PROBLEM DESCRIPTION>
The records below are to be duplicated exactly as they appear.

[[ DATA EXTRACT, beginning ]]

"""Channel names, markers and reference restoration, checked against mne's montages."""
import numpy as np
import pytest

import mne

from heschl.config import Site
from heschl.errors import InputDataError
from heschl.harmonise import (OLD_NAMES, canonical_channel_names, extract_markers,
                              standard_montage)


def _template(kind):
    """mne's shipped 10-20/10-05 template; colin27_* replaces standard_* in mne 1.13."""
    for name in (f"colin27_{kind}", f"standard_{kind}"):
        try:
            return mne.channels.make_standard_montage(name)
        except ValueError:
            continue
    raise RuntimeError("no template montage")


def _positions(montage):
    return montage.get_positions()["ch_pos"]


def test_old_names_map_to_new_names():
    # docs/REFERENCES.md F16: ACNS Guideline 2 (2016) renames T3->T7, T4->T8, T5->P7, T6->P8.
    assert OLD_NAMES == {"T3": "T7", "T4": "T8", "T5": "P7", "T6": "P8"}
    mapping = canonical_channel_names(["T3", "T4", "T5", "T6"])
    assert mapping == {"T3": "T7", "T4": "T8", "T5": "P7", "T6": "P8"}


def test_old_and_new_names_share_positions_in_mne_1020_montage():
    # docs/REFERENCES.md F16: mne's shipped 10-20 montage holds both spellings at identical
    # coordinates (distance 0.0 m); 1e-9 m tolerance is float noise only.
    pos = _positions(_template("1020"))
    for old, new in OLD_NAMES.items():
        np.testing.assert_allclose(pos[old], pos[new], atol=1e-9)


def test_renamed_channels_get_the_positions_of_their_new_names():
    # docs/REFERENCES.md F16: positions of the renamed labels equal mne's positions of the new labels.
    ours = _positions(standard_montage())
    ref = _positions(_template("1020"))
    for old in OLD_NAMES:
        new = canonical_channel_names([old])[old]
        np.testing.assert_allclose(ours[new], ref[new], atol=1e-9)


def test_names_are_case_robust_and_keep_unknown_names():
    # docs/REFERENCES.md F16: 'FCZ' -> 'FCz' (case-robust mapping).
    mapping = canonical_channel_names(["FCZ", "FP1", "EEG Cz", "Fz", "VEOG", "STI 014"])
    assert mapping == {"FCZ": "FCz", "FP1": "Fp1", "EEG Cz": "Cz"}


def test_site_aliases_take_precedence():
    mapping = canonical_channel_names(["E1", "T3"], aliases={"E1": "Fp1", "T3": "T7"})
    assert mapping == {"E1": "Fp1", "T3": "T7"}


def test_hemisphere_convention_holds_in_the_montage():
    # docs/REFERENCES.md F17: odd numbers left (x < 0), even right (x > 0), z midline (|x| < 5 mm).
    for name, xyz in _positions(standard_montage()).items():
        digits = "".join(ch for ch in name if ch.isdigit())
        if name.lower().endswith("z"):
            assert abs(xyz[0]) < 0.005, name
        elif digits:
            assert (xyz[0] < 0) == (int(digits) % 2 == 1), name


def _raw_with_annotations(sfreq=512.0):
    info = mne.create_info(["Fz", "Cz"], sfreq, "eeg")
    raw = mne.io.RawArray(np.zeros((2, int(sfreq * 10))), info, verbose="error")
    raw.set_annotations(mne.Annotations([1.0, 2.0, 3.5], [0, 0, 0], ["11", "12", "99"]))
    return raw


def test_markers_are_mapped_and_delay_corrected():
    raw = _raw_with_annotations()
    markers = extract_markers(raw, {"11": "standard", "12": "deviant"}, 0.018, "x.edf")
    assert markers.labels == ["standard", "deviant"]
    # Onsets are sample-rounded at 512 Hz: tolerance half a sample.
    np.testing.assert_allclose(markers.onsets, [1.0 - 0.018, 2.0 - 0.018], atol=0.5 / 512)
    assert markers.unknown == {"99": 1}


def test_no_known_marker_is_a_one_line_error():
    raw = _raw_with_annotations()
    with pytest.raises(InputDataError, match=r"^x\.edf: no marker of the paradigm found .*99.*markers\.<paradigm>"):
        extract_markers(raw, {"1": "standard"}, 0.0, "x.edf")


def test_stimulus_channel_codes_become_text_codes():
    sfreq = 1000.0
    stim = np.zeros(5000)
    stim[1000:1005] = 1
    stim[2000:2005] = 2
    info = mne.create_info(["Fz", "STI 014"], sfreq, ["eeg", "stim"])
    raw = mne.io.RawArray(np.vstack([np.zeros(5000), stim]), info, verbose="error")
    markers = extract_markers(raw, {"1": "standard", "2": "deviant"}, 0.0, "x.fif")
    assert markers.labels == ["standard", "deviant"]
    np.testing.assert_allclose(markers.onsets, [1.0, 2.0])


def test_recording_reference_channel_is_restored():
    from heschl.harmonise import _restore_reference, reference_channel

    info = mne.create_info(["Fz", "Cz"], 250.0, "eeg")
    raw = mne.io.RawArray(np.ones((2, 100)) * 1e-6, info, verbose="error")
    site = Site(name="alder", recording_reference="FCZ", line_frequency=50.0, trigger_delay=0.0,
                files={}, markers={}, channel_aliases={}, eog_channels=(), subject_pattern="sub-(x)",
                bad_channels={})
    assert reference_channel(site) == "FCz"
    assert _restore_reference(raw, reference_channel(site)) == "FCz"
    assert raw.ch_names == ["Fz", "Cz", "FCz"]
    np.testing.assert_array_equal(raw.get_data(picks=["FCz"]), 0.0)


def test_what_check_plans_is_what_harmonising_keeps(processed_study):
    # heschl check (inspect on the header and cheap reads) and heschl run (harmonise on the
    # loaded data) share one code path: the channels and types inspect plans are the ones
    # harmonising keeps, and the markers are the same, at every site of the synthetic study
    # (BrainVision, EDF, FIF with EOG, MEG).
    from heschl.harmonise import harmonise, inspect, read_raw
    from heschl.inputs import analysis_of, discover

    study, _ = processed_study
    seen = set()
    for rec in discover(study):
        if rec.site in seen:
            continue
        seen.add(rec.site)
        site, paradigm = study.sites[rec.site], analysis_of(study, rec).paradigm
        planned_markers, planned = inspect(read_raw(rec.path, preload=False), site, paradigm,
                                           study.common_channels, rec.path.name)
        _, markers, done = harmonise(read_raw(rec.path), site, paradigm, study.common_channels, rec.path.name)
        assert planned["channels"] == done["channels"], rec.site
        assert planned["channel_types"] == done["channel_types"], rec.site
        assert planned_markers.labels == markers.labels and np.array_equal(planned_markers.onsets, markers.onsets)
    assert len(seen) == 4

[[ DATA EXTRACT, end ]]

SOLUTION BELOW>
"""Channel names, markers and reference restoration, checked against mne's montages."""
import numpy as np
import pytest

import mne

from heschl.config import Site
from heschl.errors import InputDataError
from heschl.harmonise import (OLD_NAMES, canonical_channel_names, extract_markers,
                              standard_montage)


def _template(kind):
    """mne's shipped 10-20/10-05 template; colin27_* replaces standard_* in mne 1.13."""
    for name in (f"colin27_{kind}", f"standard_{kind}"):
        try:
            return mne.channels.make_standard_montage(name)
        except ValueError:
            continue
    raise RuntimeError("no template montage")


def _positions(montage):
    return montage.get_positions()["ch_pos"]


def test_old_names_map_to_new_names():
    # docs/REFERENCES.md F16: ACNS Guideline 2 (2016) renames T3->T7, T4->T8, T5->P7, T6->P8.
    assert OLD_NAMES == {"T3": "T7", "T4": "T8", "T5": "P7", "T6": "P8"}
    mapping = canonical_channel_names(["T3", "T4", "T5", "T6"])
    assert mapping == {"T3": "T7", "T4": "T8", "T5": "P7", "T6": "P8"}


def test_old_and_new_names_share_positions_in_mne_1020_montage():
    # docs/REFERENCES.md F16: mne's shipped 10-20 montage holds both spellings at identical
    # coordinates (distance 0.0 m); 1e-9 m tolerance is float noise only.
    pos = _positions(_template("1020"))
    for old, new in OLD_NAMES.items():
        np.testing.assert_allclose(pos[old], pos[new], atol=1e-9)


def test_renamed_channels_get_the_positions_of_their_new_names():
    # docs/REFERENCES.md F16: positions of the renamed labels equal mne's positions of the new labels.
    ours = _positions(standard_montage())
    ref = _positions(_template("1020"))
    for old in OLD_NAMES:
        new = canonical_channel_names([old])[old]
        np.testing.assert_allclose(ours[new], ref[new], atol=1e-9)


def test_names_are_case_robust_and_keep_unknown_names():
    # docs/REFERENCES.md F16: 'FCZ' -> 'FCz' (case-robust mapping).
    mapping = canonical_channel_names(["FCZ", "FP1", "EEG Cz", "Fz", "VEOG", "STI 014"])
    assert mapping == {"FCZ": "FCz", "FP1": "Fp1", "EEG Cz": "Cz"}


def test_site_aliases_take_precedence():
    mapping = canonical_channel_names(["E1", "T3"], aliases={"E1": "Fp1", "T3": "T7"})
    assert mapping == {"E1": "Fp1", "T3": "T7"}


def test_hemisphere_convention_holds_in_the_montage():
    # docs/REFERENCES.md F17: odd numbers left (x < 0), even right (x > 0), z midline (|x| < 5 mm).
    for name, xyz in _positions(standard_montage()).items():
        digits = "".join(ch for ch in name if ch.isdigit())
        if name.lower().endswith("z"):
            assert abs(xyz[0]) < 0.005, name
        elif digits:
            assert (xyz[0] < 0) == (int(digits) % 2 == 1), name


def _raw_with_annotations(sfreq=512.0):
    info = mne.create_info(["Fz", "Cz"], sfreq, "eeg")
    raw = mne.io.RawArray(np.zeros((2, int(sfreq * 10))), info, verbose="error")
    raw.set_annotations(mne.Annotations([1.0, 2.0, 3.5], [0, 0, 0], ["11", "12", "99"]))
    return raw


def test_markers_are_mapped_and_delay_corrected():
    raw = _raw_with_annotations()
    markers = extract_markers(raw, {"11": "standard", "12": "deviant"}, 0.018, "x.edf")
    assert markers.labels == ["standard", "deviant"]
    # Onsets are sample-rounded at 512 Hz: tolerance half a sample.
    np.testing.assert_allclose(markers.onsets, [1.0 - 0.018, 2.0 - 0.018], atol=0.5 / 512)
    assert markers.unknown == {"99": 1}


def test_no_known_marker_is_a_one_line_error():
    raw = _raw_with_annotations()
    with pytest.raises(InputDataError, match=r"^x\.edf: no marker of the paradigm found .*99.*markers\.<paradigm>"):
        extract_markers(raw, {"1": "standard"}, 0.0, "x.edf")


def test_stimulus_channel_codes_become_text_codes():
    sfreq = 1000.0
    stim = np.zeros(5000)
    stim[1000:1005] = 1
    stim[2000:2005] = 2
    info = mne.create_info(["Fz", "STI 014"], sfreq, ["eeg", "stim"])
    raw = mne.io.RawArray(np.vstack([np.zeros(5000), stim]), info, verbose="error")
    markers = extract_markers(raw, {"1": "standard", "2": "deviant"}, 0.0, "x.fif")
    assert markers.labels == ["standard", "deviant"]
    np.testing.assert_allclose(markers.onsets, [1.0, 2.0])


def test_recording_reference_channel_is_restored():
    from heschl.harmonise import _restore_reference, reference_channel

    info = mne.create_info(["Fz", "Cz"], 250.0, "eeg")
    raw = mne.io.RawArray(np.ones((2, 100)) * 1e-6, info, verbose="error")
    site = Site(name="alder", recording_reference="FCZ", line_frequency=50.0, trigger_delay=0.0,
                files={}, markers={}, channel_aliases={}, eog_channels=(), subject_pattern="sub-(x)",
                bad_channels={})
    assert reference_channel(site) == "FCz"
    assert _restore_reference(raw, reference_channel(site)) == "FCz"
    assert raw.ch_names == ["Fz", "Cz", "FCz"]
    np.testing.assert_array_equal(raw.get_data(picks=["FCz"]), 0.0)


def test_what_check_plans_is_what_harmonising_keeps(processed_study):
    # heschl check (inspect on the header and cheap reads) and heschl run (harmonise on the
    # loaded data) share one code path: the channels and types inspect plans are the ones
    # harmonising keeps, and the markers are the same, at every site of the synthetic study
    # (BrainVision, EDF, FIF with EOG, MEG).
    from heschl.harmonise import harmonise, inspect, read_raw
    from heschl.inputs import analysis_of, discover

    study, _ = processed_study
    seen = set()
    for rec in discover(study):
        if rec.site in seen:
            continue
        seen.add(rec.site)
        site, paradigm = study.sites[rec.site], analysis_of(study, rec).paradigm
        planned_markers, planned = inspect(read_raw(rec.path, preload=False), site, paradigm,
                                           study.common_channels, rec.path.name)
        _, markers, done = harmonise(read_raw(rec.path), site, paradigm, study.common_channels, rec.path.name)
        assert planned["channels"] == done["channels"], rec.site
        assert planned["channel_types"] == done["channel_types"], rec.site
        assert planned_markers.labels == markers.labels and np.array_equal(planned_markers.onsets, markers.onsets)
    assert len(seen) == 4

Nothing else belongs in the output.